The consultative process, after all, is a most central feature of democratic governance; and Barbados has long earned a stout reputation as a functioning multiparty parliamentary democracy.
So why is it that both the pro-vice-chancellor and principal of the UWI Cave Hill Campus, Professor Sir Hilary Beckles, and the UWI’s vice-chancellor Professor Nigel Harris have felt compelled to separately go public with their deeply shared disappointment over the lack of expected consultation on this vital issue that will affect at least 6 000 Barbadian university students?
What makes this sad lack of consultation even worse is that Prime Minister Stuart, Minister of Education and Human Resources Ronald Jones and Minister of Finance Chris Sinckler had already been in possession of a very important report, that of The Beckles Commission on Higher Education, well in advance of presenting the country’s new Budget.

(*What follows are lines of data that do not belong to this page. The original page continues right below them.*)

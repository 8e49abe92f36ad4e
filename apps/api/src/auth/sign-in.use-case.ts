import type { DataSource } from 'typeorm';
import type { Me, SignIn } from '@millrace/contracts';
import { AppError } from '../http/app-error';
import { findPersonByEmail } from '../people/people.repository';
import type { AppLucia } from './lucia';
import { verifyAgainstNothing, verifyPassword } from './password';
import { checkSignInAllowance, clearSignInFailures, recordSignInFailure } from './sign-in-rate-limit';

export interface SignInResult {
  me: Me;
  sessionCookie: string;
}

const invalidCredentials = 'The e-mail or password is not right, or this account is not active.';

/**
 * Sign-in: refuse when hammered (429) → check the password (same answer for an unknown e-mail,
 * a wrong password and a deactivated person) → count failures → start a new session.
 */
export async function signIn(
  deps: { dataSource: DataSource; lucia: AppLucia },
  input: SignIn & { ip: string; previousSessionId: string | null },
): Promise<SignInResult> {
  const db = deps.dataSource.manager;
  const allowance = await checkSignInAllowance(db, input.email, input.ip);
  if (allowance.outcome === 'limited') {
    throw new AppError(
      429,
      'rate_limited',
      `Too many failed sign-ins for this e-mail. Try again in ${describeWait(allowance.retryAfterSeconds)}.`,
      { headers: { 'Retry-After': String(allowance.retryAfterSeconds) } },
    );
  }

  const person = await findPersonByEmail(db, input.email);
  const passwordOk = person?.passwordHash
    ? await verifyPassword(person.passwordHash, input.password)
    : await verifyAgainstNothing(input.password);
  if (!person || !passwordOk || !person.active) {
    await recordSignInFailure(db, input.email, input.ip);
    throw new AppError(401, 'invalid_credentials', invalidCredentials);
  }

  await clearSignInFailures(db, input.email, input.ip);
  if (input.previousSessionId) await deps.lucia.invalidateSession(input.previousSessionId);
  const session = await deps.lucia.createSession(person.id, {});
  return {
    me: { email: person.email, name: person.name, role: person.role },
    sessionCookie: deps.lucia.createSessionCookie(session.id).serialize(),
  };
}

function describeWait(seconds: number): string {
  if (seconds < 90) return `${seconds} seconds`;
  return `${Math.ceil(seconds / 60)} minutes`;
}
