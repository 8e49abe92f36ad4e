import '@testing-library/jest-dom/vitest';
import { cleanup } from '@testing-library/react';
import { afterEach } from 'vitest';

/**
 * jsdom lays nothing out, so every element measures 0 × 0 and virtualised lists would draw no
 * rows. Give elements the size of a small browser window instead (1024 × 600).
 */
Object.defineProperty(HTMLElement.prototype, 'clientHeight', { configurable: true, get: () => 600 });
Object.defineProperty(HTMLElement.prototype, 'clientWidth', { configurable: true, get: () => 1024 });

afterEach(() => cleanup());
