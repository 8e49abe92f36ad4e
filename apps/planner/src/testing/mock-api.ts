import { vi } from 'vitest';

/**
 * A stand-in for the network edge in component tests: `fetch` answers from a table of handlers
 * keyed by "METHOD /path" (query string ignored). Every request is recorded so tests can read
 * what the page sent. An unhandled request fails the test loudly.
 */
export type RecordedRequest = { method: string; path: string; search: string; body: unknown };
export type Handler = (request: RecordedRequest) => Response | Promise<Response>;

export function json(body: unknown, init: { status?: number; headers?: Record<string, string> } = {}): Response {
  return new Response(JSON.stringify(body), {
    status: init.status ?? 200,
    headers: { 'Content-Type': 'application/json', ...init.headers },
  });
}

export function apiError(status: number, code: string, message: string, extra: Record<string, unknown> = {}, headers?: Record<string, string>) {
  return json({ error: { code, message, ...extra } }, { status, headers });
}

/** The last handler of a list answers every later call too. */
const next = (queue: Handler[]): Handler => (queue.length > 1 ? queue.shift()! : queue[0]);

/**
 * The planner asks who is signed in with GET /api/session. Tests may keep describing the
 * signed-in person as the answer of GET /api/me: without a 'GET /api/session' handler, that
 * answer is turned into the session's (200 → signed in as that person, 401 → signed out;
 * anything else passes through). A 'GET /api/session' handler, when given, always wins.
 */
async function sessionFromMe(handler: Handler, request: RecordedRequest): Promise<Response> {
  const me = await handler(request);
  if (me.status === 200) return json({ signedIn: true, person: await me.json() });
  if (me.status === 401) return json({ signedIn: false });
  return me;
}

export function mockApi(handlers: Record<string, Handler | Handler[]>) {
  const requests: RecordedRequest[] = [];
  const queues = new Map<string, Handler[]>();
  for (const [key, h] of Object.entries(handlers)) queues.set(key, Array.isArray(h) ? [...h] : [h]);
  const unhandled: string[] = [];

  const fetchMock = vi.fn(async (input: RequestInfo | URL, init?: RequestInit) => {
    const url = new URL(typeof input === 'string' ? input : input instanceof URL ? input.href : input.url, 'http://localhost');
    const method = (init?.method ?? 'GET').toUpperCase();
    const body = typeof init?.body === 'string' ? JSON.parse(init.body) : undefined;
    const request = { method, path: url.pathname, search: url.search, body };
    requests.push(request);
    const key = `${method} ${url.pathname}`;
    const queue = queues.get(key);
    if ((!queue || queue.length === 0) && key === 'GET /api/session' && (queues.get('GET /api/me')?.length ?? 0) > 0) {
      return sessionFromMe(next(queues.get('GET /api/me')!), request);
    }
    if (!queue || queue.length === 0) {
      unhandled.push(key);
      return apiError(500, 'internal_error', `No test handler for ${key}`);
    }
    return next(queue)(request);
  });
  vi.stubGlobal('fetch', fetchMock);

  return {
    requests,
    unhandled,
    /** Replace or add the answers for one route. */
    on(key: string, handler: Handler | Handler[]) {
      queues.set(key, Array.isArray(handler) ? [...handler] : [handler]);
    },
    sent(method: string, path: string) {
      return requests.filter((r) => r.method === method && r.path === path);
    },
  };
}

Although armed with the report of the Beckles Commission, which was chaired by Professor Beckles and included, among others, top representatives of the Barbados Community College, Samuel Jackman Prescod Polytechnic and Erdiston Teachers’ Training College, the Government chose the presentation of the new “Sinckler Budget” to announce its unilateral decision to terminate its payment of the 20 per cent tuition fee for all Barbadian students from 2014.
It is the exemption from paying the 20 per cent tuition fee that had made the significant, qualitative difference for Barbadian students attending the three UWI campuses.

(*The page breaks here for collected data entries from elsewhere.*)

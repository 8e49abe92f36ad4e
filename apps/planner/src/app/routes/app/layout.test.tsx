import { screen, waitFor, within } from '@testing-library/react';
import userEvent from '@testing-library/user-event';
import { afterEach, describe, expect, it, vi } from 'vitest';
import type { Role } from '@millrace/contracts';
import { apiError, json, mockApi } from '@/testing/mock-api';
import { homeSummary, people } from '@/testing/fixtures';
import { renderApp } from '@/testing/render-app';

afterEach(() => vi.unstubAllGlobals());

/**
 * What each role may open, from DESIGN.md "Who uses it" and API.md "Roles": planners keep master
 * data and demand and import spreadsheets; supervisors read them; floor leads get their home page only (shift sheets come
 * with plans); admins run people, plant settings and outgoing mail and read the data.
 */
const expectedLinks: Record<Role, string[]> = {
  planner: ['Home', 'Products', 'Work centers', 'Materials', 'Demand', 'Plans', 'Shift sheets', 'Imports', 'Plant settings'],
  supervisor: ['Home', 'Products', 'Work centers', 'Materials', 'Demand', 'Plans', 'Shift sheets', 'Plant settings'],
  floor_lead: ['Home', 'Shift sheets'],
  admin: ['Home', 'Products', 'Work centers', 'Materials', 'Demand', 'Plans', 'Shift sheets', 'People', 'Plant settings', 'Mail', 'Caught mail'],
};

describe('role-dependent navigation', () => {
  for (const role of Object.keys(expectedLinks) as Role[]) {
    it(`when a ${role} signs in, then the main navigation shows exactly their links`, async () => {
      mockApi({ 'GET /api/me': () => json(people[role]), 'GET /api/home': () => json(homeSummary) });
      renderApp('/');
      const nav = await screen.findByRole('navigation', { name: 'Main' });
      const names = within(nav)
        .getAllByRole('link')
        .map((a) => a.textContent);
      expect(names).toEqual(expectedLinks[role]);
      expect(within(nav).getByRole('link', { name: 'Home' })).toHaveAttribute('aria-current', 'page');
    });
  }

  it('when a floor lead opens a master-data address, then the page says it is not for their role and loads nothing', async () => {
    const api = mockApi({ 'GET /api/me': () => json(people.floor_lead) });
    renderApp('/products');
    expect(await screen.findByRole('alert')).toHaveTextContent('Not available for your role');
    expect(api.sent('GET', '/api/products')).toHaveLength(0);
  });

  it('when the home page loads, then an over-loaded week is said in words, not by colour alone', async () => {
    mockApi({ 'GET /api/me': () => json(people.planner), 'GET /api/home': () => json(homeSummary) });
    renderApp('/');
    expect(await screen.findByText(/1 work-center week is over-loaded/)).toBeInTheDocument();
    expect(screen.getByRole('cell', { name: /SAW Saw, week of 7 Dec 2026: 50 h needed of 40 h available, over-loaded/ })).toBeInTheDocument();
  });

  it('when any call answers 401 (session ended), then the person is sent back to sign-in', async () => {
    mockApi({
      'GET /api/me': [() => json(people.planner), () => apiError(401, 'unauthenticated', 'Sign in first.')],
      'GET /api/home': () => apiError(401, 'unauthenticated', 'Sign in first.'),
    });
    const view = renderApp('/');
    expect(await screen.findByRole('heading', { name: 'Sign in' })).toBeInTheDocument();
    expect(view.location().pathname).toBe('/sign-in');
  });

  it('when the person signs out, then the session is ended on the server and sign-in shows', async () => {
    const api = mockApi({
      'GET /api/me': [() => json(people.supervisor), () => apiError(401, 'unauthenticated', 'Sign in first.')],
      'GET /api/home': () => json(homeSummary),
      'POST /api/auth/sign-out': () => new Response(null, { status: 204 }),
    });
    renderApp('/');
    await userEvent.setup().click(await screen.findByRole('button', { name: 'Sign out' }));
    expect(await screen.findByRole('heading', { name: 'Sign in' })).toBeInTheDocument();
    await waitFor(() => expect(api.sent('POST', '/api/auth/sign-out')).toHaveLength(1));
  });
});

Therefore, the recurring disturbing question for a democratic nation like ours is this: why the surprising failure, or refusal, by the Government to engage the Cave Hill campus, if not the integrated UWI decision-making council as well, on the sensitive and controversial termination of free UWI education for Barbadian students?  
To his credit, Professor Beckles has been passionate in his eloquent engagements in the media in defence of the significant social and economic contributions of the Cave Hill campus to the Barbadian society in general. For his part, UWI vice-chancellor Harris has had to publicly lament the Barbados Government’s failure to afford the university “the opportunity to at least meet with [us] and work out what would be the best system by which tuition fees might be introduced . . .”.